Don’t need diff lock that bad!


----------



## Hacke (Feb 22, 2011)

It is a bit strange that if the pedal/linkage was damaged, instead of replacing it, someone decided to just cut it off, but went the extra mile to change the pedal/link shaft.

Perhaps the tractor does not have a differential lock and the axle housing was replaced by a housing from a tractor with a lock? The old pedal/link shaft was moved over to the new housing (or a new one was installed) and the pedal linkage was torched off, leaving the "clamp" so the shaft through the housing could be left in place, keeping the holes shut?


----------



## michaeleodom (Oct 27, 2021)

Hacke said:


> It is a bit strange that if the pedal/linkage was damaged, instead of replacing it, someone decided to just cut it off, but went the extra mile to change the pedal/link shaft.
> 
> Perhaps the tractor does not have a differential lock and the axle housing was replaced by a housing from a tractor with a lock? The old pedal/link shaft was moved over to the new housing (or a new one was installed) and the pedal linkage was torched off, leaving the "clamp" so the shaft through the housing could be left in place, keeping the holes shut?


That's all that makes sense to me as well. I'm guessing the pedal was damaged when someone went in to do some work inside the axle housing so they just cut the thing off and replaced the link shaft with something they had laying around and abandoned the diff lock option. I'm not planning on taking the tractor into areas where I could get stuck, etc....so it's more of a want than a need to re-install the diff lock option. If I ever need to get into the axle housing I'll put it back to original then.

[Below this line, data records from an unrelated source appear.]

OPEN_BRACKETS = {"(": ")", "[": "]", "{": "}"}
CLOSE_BRACKETS = {v: k for k, v in OPEN_BRACKETS.items()}
NUMBER = re.compile(r"\d+(?:\.\d+)?")
# (H2O)n inside a component, also in a complex ([Co(H2O)6]Cl2), is water:
# carried as a pseudo-element so that outer counts multiply it
WATER = "_water"
# D and T (IUPAC Red Book 2005, IR-3.3.2: the symbols of 2H and 3H) are read
# as hydrogen, so every rule and ion of hydrogen applies to them; how many of
# the hydrogens were written D or T rides along in these pseudo-elements,
# which brackets multiply like any count and parse_element_groups takes out
ISOTOPE_MARKERS = {"D": "_2H", "T": "_3H"}
_MARKER_KEYS = frozenset(ISOTOPE_MARKERS.values())
_OPEN, _CLOSE, _NUMBER = OPEN_BRACKETS, CLOSE_BRACKETS, NUMBER


class IonNames(Protocol):
    """What the grammar asks of an ion library."""

    def find_alias(self, text: str, exact_case: bool = False): ...

    def find_abbreviation(self, text: str): ...


def hill_order(counts) -> list[str]:
    """Element symbols in Hill order: carbon, hydrogen, then alphabetical;
    all alphabetical without carbon. The one Hill-order rule of the scorer.

    >>> hill_order({"O": 4, "S": 1, "Cu": 1}), hill_order({"O": 1, "H": 6, "C": 2})
    (['Cu', 'O', 'S'], ['C', 'H', 'O'])
    """
    order = sorted(counts)
    if "C" in counts:
        order = ["C"] + (["H"] if "H" in counts else []) + [s for s in order if s not in ("C", "H")]
    return order


# The element sequence of IUPAC Red Book 2005 (Nomenclature of Inorganic
# Chemistry), Table VI, used by IR-4.4.2.1 to order the constituents of
# binary-type formulae: an element earlier in the sequence (more
# electropositive) is cited first. Written from memory of the table's arrow
# (noble gases, then groups 1 and 2, the f-block, groups 3 to 13 each read
# upwards, then C, the pnictogens, H, the chalcogens and the halogens, F last);
# oxygen stands between the halogens and fluorine (Cl2O, OF2); the elements
# named after 2005 take their groups' places.
IUPAC_ELEMENT_SEQUENCE: tuple[str, ...] = tuple("""
Og Rn Xe Kr Ar Ne He Fr Cs Rb K Na Li Ra Ba Sr Ca Mg Be
Lr No Md Fm Es Cf Bk Cm Am Pu Np U Pa Th Ac Lu Yb Tm Er Ho Dy Tb Gd Eu Sm Pm Nd Pr Ce La Y Sc
Rf Hf Zr Ti Db Ta Nb V Sg W Mo Cr Bh Re Tc Mn Hs Os Ru Fe Mt Ir Rh Co Ds Pt Pd Ni Rg Au Ag Cu
Cn Hg Cd Zn Nh Tl In Ga Al B Fl Pb Sn Ge Si C Mc Bi Sb As P N H Lv Po Te Se S Ts At I Br Cl O F
""".split())
_IUPAC_RANK = {symbol: i for i, symbol in enumerate(IUPAC_ELEMENT_SEQUENCE)}


def iupac_order(counts) -> list[str]:
    """Element symbols for an inorganic formula: electropositive first, by
    the element sequence of IUPAC Red Book 2005, Table VI (IR-4.4.2.1).

    >>> iupac_order({"Cl": 4, "Ti": 1}), iupac_order({"F": 6, "S": 1}), iupac_order({"H": 3, "N": 1})
    (['Ti', 'Cl'], ['S', 'F'], ['N', 'H'])
    """
    return sorted(counts, key=lambda s: (_IUPAC_RANK.get(s, len(_IUPAC_RANK)), s))


def iupac_formula(counts: dict[str, float] | tuple[tuple[str, float], ...]) -> str:
    """A formula in the order of :func:`iupac_order` for compounds without
    carbon, in Hill order (:func:`hill_formula`) for carbon compounds, counts
    of one omitted.

    >>> iupac_formula({"Cl": 4, "Ti": 1}), iupac_formula({"O": 2, "Si": 1}), iupac_formula({"C": 1, "Cl": 4})
    ('TiCl4', 'SiO2', 'CCl4')
    """
    items = dict(counts)
    if "C" in items:
        return hill_formula(items)
    return "".join(s + ("" if abs(items[s] - 1) < 1e-9 else format_count(items[s])) for s in iupac_order(items))


def format_count(value: float) -> str:
    """Write a count the way formulas do: integers bare, decimals trimmed.

    >>> [format_count(v) for v in (1, 2.0, 0.5, 0.95, 1/3)]
    ['1', '2', '0.5', '0.95', '0.333333']
    """
    if value.__class__ is float and value.is_integer():  # most counts: the same text, half the cost
        return str(int(value))
    if abs(value - round(value)) < 1e-9:
        return str(int(round(value)))
    return f"{value:.6f}".rstrip("0").rstrip(".")


def reduced_key(counts) -> tuple[tuple[str, float], ...]:
    """A composition divided by the greatest common divisor of its counts,
    sorted by symbol: Al2Cl6 and AlCl3 share one key (so do Hg2Cl2 and HgCl);
    counts that are not whole stay as they are.

    >>> reduced_key({"Al": 2, "Cl": 6})
    (('Al', 1.0), ('Cl', 3.0))
    """
    items = sorted((s, float(n)) for s, n in dict(counts).items())
    if any(n != int(n) for _, n in items):
        return tuple(items)
    divisor = 0
    for _, n in items:
        divisor = math.gcd(divisor, int(n))
    divisor = divisor or 1
    return tuple((s, n / divisor) for s, n in items)


_HILL_TERM = re.compile(r"([A-Z][a-z]?)(\d*)")


def hill_text_key(formula: str) -> tuple[tuple[str, float], ...]:
    """:func:`reduced_key` of a formula written without brackets (a Hill formula, a data table's ``AlCl3``).

    >>> hill_text_key("Cl2Hg2")
    (('Cl', 1.0), ('Hg', 1.0))
    """
    counts: dict[str, float] = {}
    for symbol, n in _HILL_TERM.findall(formula):
        counts[symbol] = counts.get(symbol, 0.0) + float(n or 1)
    return reduced_key(counts)


def hill_formula(counts: dict[str, float] | tuple[tuple[str, float], ...]) -> str:
    """Hill order (carbon, hydrogen, then alphabetical; all alphabetical
    without carbon), counts of one omitted.

    >>> hill_formula({"O": 4, "S": 1, "Cu": 1})
    'CuO4S'
    >>> hill_formula({"O": 1, "H": 6, "C": 2})
    'C2H6O'
    """
    items = dict(counts)
    return "".join(s + ("" if abs(items[s] - 1) < 1e-9 else format_count(items[s])) for s in hill_order(items))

Thanks for the info Hacke.


----------



## Ultradog (Feb 27, 2005)

My first 3000 was a 1965 plain jane gasser with straight up 4 speed. It had the lever on the trumpet but none of the other linkage, pedal or the pin for the 3 pt lift arm.
My impression of it was it had been that way since it left the factory.
I bought all the missing parts at a bone yard and installed them. Yes, I had to pull the trumpet to install that pin but that was not a big deal. Had it done in half a Saturday.
Have had a bunch of 3000/4000 tractors since then and they all had diff lock. I think it is a great option.
One that is definately worth half a Saturday to install.


----------